▸ **Exercise description**
When you reach the line with "runs.increment(node, position);" in the listing below, transcribe it and each line after it up to and including the line with "runs.append(node, symbol);", exactly and with nothing else.

____

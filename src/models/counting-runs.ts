import { NODE_FIRST, NODE_SECOND, NODE_SYMBOL, NODE_WORDS } from './context-tree.ts';
import type { OperationTally } from './counting-tally.ts';
import { HAS_RUN, type SymbolRuns } from './symbol-runs.ts';

/** Words of the smallest block. */
const SMALLEST_BLOCK = 4;

/**
 * Changes the counts of contexts as {@link SymbolRuns} does, and counts what that takes, the same at both ends: every word of
 * a node or run that is read, twice where it is read twice, and every test. What marks a state to return to is none of it.
 *
 * - Counting a lone symbol: entry, sum and entry again, 3 reads; whether its count is full, 1 branch.
 * - Counting one in a run: entry, sum, place of the run, entry and the one before, 5 reads; whether it is now the greater of the
 *   two, and if so whether the other is an entry at all; whether its count is full.
 * - Adding a symbol: whether there is a run, 1 read and 1 branch. Without one: the entry and whether there is any, 1 and 1; a
 *   second symbol takes a block (1 read and 1 branch: whether one is free, which is read then) and reads the node's word. With one: its place and
 *   length, 2 reads, and whether the block is full: 1 branch, from 4 words on 2; a full one is copied, 1 read a word, besides 2
 *   reads and 1 branch for taking a block and leaving one. In the end the sum, 1 read.
 * - Halving: whether there is a run, 1 and 1; a lone symbol's entry, 1 read; a run's place and length, 2 reads, then for each entry 2 reads
 *   and 1 branch, and 1 branch for the end.
 */
export class CountingRuns {
  readonly runs: SymbolRuns;
  readonly #encoder: OperationTally;
  readonly #decoder: OperationTally;

  constructor(runs: SymbolRuns, encoder: OperationTally, decoder: OperationTally) {
    this.runs = runs;
    this.#encoder = encoder;
    this.#decoder = decoder;
  }

  #count(tableReads: number, branches: number): void {
    this.#encoder.tableReads += tableReads;
    this.#encoder.branches += branches;
    this.#decoder.tableReads += tableReads;
    this.#decoder.branches += branches;
  }

  incrementOnly(node: number): void {
    const { runs } = this;
    this.#count(3, 1);
    const entry = runs.tree.words[node * NODE_WORDS + NODE_FIRST];
    // The halving of its own, before the model asks for one.
    if ((entry >>> runs.symbolBits) + 1 === runs.largestCount) this.#countHalving(node);
    runs.incrementOnly(node);
  }

  increment(node: number, position: number): void {
    const { runs } = this;
    const { pool, symbolBits } = runs;
    const count = (pool[position] >>> symbolBits) + 1;
    this.#count(5, count > pool[position - 1] >>> symbolBits ? 3 : 2);
    if (count === runs.largestCount) this.#countHalving(node);
    runs.increment(node, position);
  }

  append(node: number, symbol: number): void {
    const { runs } = this;
    const words = runs.tree.words;
    const at = node * NODE_WORDS;
    let takesBlock: boolean;
    if (words[at + NODE_SYMBOL] & HAS_RUN) {
      const count = runs.pool[words[at + NODE_FIRST]] + 1;
      takesBlock = count >= SMALLEST_BLOCK && (count & (count - 1)) === 0;
      this.#count(1 + 2 + 1, 1 + (count >= SMALLEST_BLOCK ? 2 : 1));
      if (takesBlock) this.#count(count + 2, 1);
    } else {
      takesBlock = words[at + NODE_FIRST] !== 0;
      this.#count(1 + 1 + 1, 1 + 1);
      if (takesBlock) this.#count(1 + 1, 1);
    }
    const { runWords } = runs;
    runs.append(node, symbol);
    // Where the pool did not grow, a free block was taken, which names the next.
    if (takesBlock && runs.runWords === runWords) this.#count(1, 0);
  }

  halve(node: number): void {
    this.#countHalving(node);
    this.runs.halve(node);
  }

  #countHalving(node: number): void {
    const words = this.runs.tree.words;
    const at = node * NODE_WORDS;
    if (words[at + NODE_SYMBOL] & HAS_RUN) {
      const distinct = this.runs.pool[words[at + NODE_FIRST]];
      this.#count(1 + 2 + 2 * distinct, 1 + distinct + 1);
    } else {
      this.#count(1 + 1, 1);
    }
  }

  /** Whether there is a run; its place and length, or the entry and whether there is any. */
  distinct(node: number): number {
    const { words } = this.runs.tree;
    if (words[node * NODE_WORDS + NODE_SYMBOL] & HAS_RUN) this.#count(3, 1);
    else this.#count(2, 2);
    return this.runs.distinct(node);
  }

  /** Reads the sum of a node's counts. */
  sumOf(node: number): number {
    this.#count(1, 0);
    return this.runs.tree.words[node * NODE_WORDS + NODE_SECOND];
  }
}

____

▸ **Solution to the exercise**
    runs.increment(node, position);
  }

  append(node: number, symbol: number): void {
    const { runs } = this;
    const words = runs.tree.words;
    const at = node * NODE_WORDS;
    let takesBlock: boolean;
    if (words[at + NODE_SYMBOL] & HAS_RUN) {
      const count = runs.pool[words[at + NODE_FIRST]] + 1;
      takesBlock = count >= SMALLEST_BLOCK && (count & (count - 1)) === 0;
      this.#count(1 + 2 + 1, 1 + (count >= SMALLEST_BLOCK ? 2 : 1));
      if (takesBlock) this.#count(count + 2, 1);
    } else {
      takesBlock = words[at + NODE_FIRST] !== 0;
      this.#count(1 + 1 + 1, 1 + 1);
      if (takesBlock) this.#count(1 + 1, 1);
    }
    const { runWords } = runs;
    runs.append(node, symbol);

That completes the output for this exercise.